| TASK GOAL |
Gather each line of the records where "more" appears.

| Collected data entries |
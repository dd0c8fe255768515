using Credtrack.Core.Catalogue;
using Credtrack.Web.Tests.Features.Scans;

namespace Credtrack.Web.Tests.Features.Applications;

public sealed class EditTests(RunningSite site) : IClassFixture<RunningSite>
{
    [Fact]
    public async Task A_changed_text_is_the_same_question_and_an_emptied_row_goes()
    {
        var world = await site.NewWorld();
        using var coordinator = await world.Edits("aorta");
        await coordinator.Fills("View 1", "Transverse, top").Fills("View 2", "").Fills("View 5", "Lengthwise").Fills("Need of view 5", "Required").Fills("View 6", "Transverse, middle").Fills("Need of view 6", "Optional")
            .Fills("Question 1", "Outer diameter 4 cm or more?").Fills("Question 2", "").Fills("Question 3", "Dissection flap?").Fills("Positive answer 3", "Yes")
            .Fills("Note", "").Fills("Depth to cm", "18").Fills("Part 1", "proximal").Presses(Cataloguing.Keep);
        Assert.Contains("Changes kept", coordinator.Text, StringComparison.Ordinal);
        Assert.Contains("changed the application: depth in mm from 80 to 160, now 80 to 180; another note; view “Transverse, middle” removed; view “Transverse, proximal” now “Transverse, top”, required; view “Long axis” now “Lengthwise”, required; "
            + "view “Transverse, middle” added, optional; question “Iliac artery 1.5 cm or more?” removed; question “Outer diameter 3 cm or more?” now “Outer diameter 4 cm or more?”, positive with yes; question “Dissection flap?” added, positive with yes; part proximal added.", coordinator.Text, StringComparison.Ordinal);
        var aorta = await site.Listed("aorta");
        // A view that was removed and added is another one.
        Assert.Equal(["trans-proximal", "trans-distal", "bifurcation", "long", "transverse-middle"], aorta.Views.Select(v => v.Code));
        Assert.Equal([new("wide", "Outer diameter 4 cm or more?", Answer.Yes), new("dissection-flap", "Dissection flap?", Answer.Yes)], aorta.Questions);
        Assert.Null(aorta.Note);
    }

    [Fact]
    public async Task A_new_text_does_not_come_by_the_code_of_what_was_removed()
    {
        var world = await site.NewWorld();
        using var coordinator = await world.Edits("bowel");
        var first = site.Applications["bowel"].Questions[0];
        await coordinator.Fills("Question 1", "").Fills($"Question {site.Applications["bowel"].Questions.Count + 1}", first.Code).Fills($"Positive answer {site.Applications["bowel"].Questions.Count + 1}", "Yes").Presses(Cataloguing.Keep);
        Assert.Equal($"{first.Code}-2", (await site.Listed("bowel")).Questions[^1].Code);
    }

    [Fact]
    public async Task A_form_sent_back_untouched_changes_nothing()
    {
        var world = await site.NewWorld();
        foreach (var code in new[] { "efast", "arrest-echo", "msk", "cvc" })
        {
            using var coordinator = await world.Edits(code);
            await coordinator.Presses(Cataloguing.Keep);
            Assert.Equal((HttpStatusCode.OK, $"/applications/{site.Applications[code].Id}"), (coordinator.Status, coordinator.Url));
            Assert.Equal(site.Applications[code].Version, (await site.Listed(code)).Version);
        }
    }

    [Fact]
    public async Task Of_two_changes_the_later_sees_how_it_is_now_and_keeps_what_was_typed()
    {
        var world = await site.NewWorld();
        using var slow = await world.Edits("biliary");
        using var fast = await world.Edits("biliary");
        await fast.Fills("Question 1", "Any stones?").Presses(Cataloguing.Keep);
        await slow.Fills("Question 2", "Wall of 5 mm or more?").Fills("Question 6", "Sludge?").Fills("Depth to cm", "17,5").Presses(Cataloguing.Keep);
        Assert.Equal(HttpStatusCode.Conflict, slow.Status);
        Assert.Contains("Someone else changed this while you had it open.", slow.Text, StringComparison.Ordinal);
        Assert.Contains("Any stones?", slow.Page.QuerySelector("[aria-labelledby=now]")!.TextContent, StringComparison.Ordinal);
        Assert.Equal(("Stones?", "Wall of 5 mm or more?", "Sludge?", "17,5"), (slow.Typed("Question 1"), slow.Typed("Question 2"), slow.Typed("Question 6"), slow.Typed("Depth to cm")));
        await slow.Presses(Cataloguing.Keep);
        Assert.Equal(("Stones?", "Wall of 5 mm or more?", "stones wall fluid murphy duct-wide sludge", 175), ((await site.Listed("biliary")).Questions[0].Text, (await site.Listed("biliary")).Questions[1].Text,
            string.Join(' ', (await site.Listed("biliary")).Questions.Select(q => q.Code)), (await site.Listed("biliary")).DepthToMm));
    }

    [Fact]
    public async Task What_was_retired_meanwhile_is_not_changed_and_what_was_typed_stays()
    {
        var world = await site.NewWorld();
        using var coordinator = await world.Edits("gastric");
        await world.Behind("gastric", (application, by) => application.Retire(by, world.Now));
        await coordinator.Fills("Name", "Stomach").Presses(Cataloguing.Keep);
        Assert.Equal((HttpStatusCode.Conflict, "Stomach"), (coordinator.Status, coordinator.Typed("Name")));
        Assert.Equal($"{site.Applications["gastric"].Name} is retired; bring it back before you change it.", coordinator.Page.QuerySelector(".why-not")!.TextContent);
        Assert.Equal(site.Applications["gastric"].Name, (await site.Listed("gastric")).Name);
    }

    [Fact]
    public async Task Markup_is_shown_as_it_was_written_and_turning_marks_are_refused()
    {
        var world = await site.NewWorld();
        const string markup = "<script>alert('x')</script> & \"quoted\" {{7*7}}";
        using var coordinator = await world.Edits("ocular");
        await coordinator.Fills("Question 1", $"{markup}?").Fills("View 1", markup).Fills("Note", "turned \u202e here").Presses(Cataloguing.Keep);
        Assert.Equal(["This text holds a character that cannot be seen (U+202E). Type it anew here instead of pasting it."], coordinator.Faults());
        await coordinator.Fills("Note", markup).Presses(Cataloguing.Keep);
        Assert.Equal(HttpStatusCode.OK, coordinator.Status);
        using var trainee = await world.As(world.Trainee);
        foreach (var url in new[] { $"/applications/{site.Applications["ocular"].Id}", "/scans/new?application=ocular" })
        {
            await trainee.Opens(url);
            Assert.Contains(markup, trainee.Text, StringComparison.Ordinal);
            Assert.Empty(trainee.Page.QuerySelectorAll("script:not([src])"));
        }
    }

    // The columns of lists hold 8000 characters, also those of the scan with the answers in them.
    [Theory]
    [InlineData("x")]
    [InlineData("\"")]
    [InlineData("Ж")]
    [InlineData("🫀")]
    public async Task The_largest_application_fits_whatever_it_is_written_in(string letter)
    {
        var world = await site.NewWorld();
        await world.Behind("testicular", (application, by) => application.Change(by, Largest(letter, site.Applications["testicular"]), [], world.Now));
        var testicular = await site.Listed("testicular");
        var scan = await world.Waiting(world.Entry() with { Application = testicular, ViewsShown = [.. testicular.Views.Select(v => v.Code)], Answers = testicular.Questions.ToDictionary(q => q.Code, _ => Answer.Unclear) });
        foreach (var (column, table, id) in new[] { ("Views", "Applications", testicular.Id), ("Questions", "Applications", testicular.Id), ("Views", "Scans", scan.Id), ("Answers", "Scans", scan.Id) })
        {
            var sql = $"SELECT {column} AS Value FROM {table} WHERE Id = {{0}}";
            Assert.InRange((await site.Ask(db => db.Database.SqlQueryRaw<string>(sql, id).SingleAsync())).Length, 1000, 8000);
        }
        Assert.Equal(testicular.Questions.Select(q => q.Text), (await site.Kept(scan.Id))!.Answers.Select(a => a.Text));
    }

    private static ApplicationEntry Largest(string letter, Application of) => Cataloguing.EntryOf(of) with
    {
        Views = [.. Enumerable.Range(10, ApplicationEntry.Most).Select(n => new View($"{new string('a', 38)}{n}", Long(letter, ApplicationEntry.LongestView, n), ViewNeed.OneOf, Long(letter, ApplicationEntry.LongestGroup, 10)))],
        Questions = [.. Enumerable.Range(10, ApplicationEntry.Most).Select(n => new Question($"{new string('a', 38)}{n}", Long(letter, ApplicationEntry.LongestQuestion, n), Answer.Yes))],
    };

    private static string Long(string letter, int length, int n) => n + string.Concat(Enumerable.Repeat(letter, (length - 2) / (letter.Length == 1 ? 1 : 12)));
}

| SOLVED PROBLEM |
            .Fills("Question 1", "Outer diameter 4 cm or more?").Fills("Question 2", "").Fills("Question 3", "Dissection flap?").Fills("Positive answer 3", "Yes")
            + "view “Transverse, middle” added, optional; question “Iliac artery 1.5 cm or more?” removed; question “Outer diameter 3 cm or more?” now “Outer diameter 4 cm or more?”, positive with yes; question “Dissection flap?” added, positive with yes; part proximal added.", coordinator.Text, StringComparison.Ordinal);
        Assert.Equal([new("wide", "Outer diameter 4 cm or more?", Answer.Yes), new("dissection-flap", "Dissection flap?", Answer.Yes)], aorta.Questions);
        await slow.Fills("Question 2", "Wall of 5 mm or more?").Fills("Question 6", "Sludge?").Fills("Depth to cm", "17,5").Presses(Cataloguing.Keep);
        Assert.Equal(("Stones?", "Wall of 5 mm or more?", "Sludge?", "17,5"), (slow.Typed("Question 1"), slow.Typed("Question 2"), slow.Typed("Question 6"), slow.Typed("Depth to cm")));
        Assert.Equal(("Stones?", "Wall of 5 mm or more?", "stones wall fluid murphy duct-wide sludge", 175), ((await site.Listed("biliary")).Questions[0].Text, (await site.Listed("biliary")).Questions[1].Text,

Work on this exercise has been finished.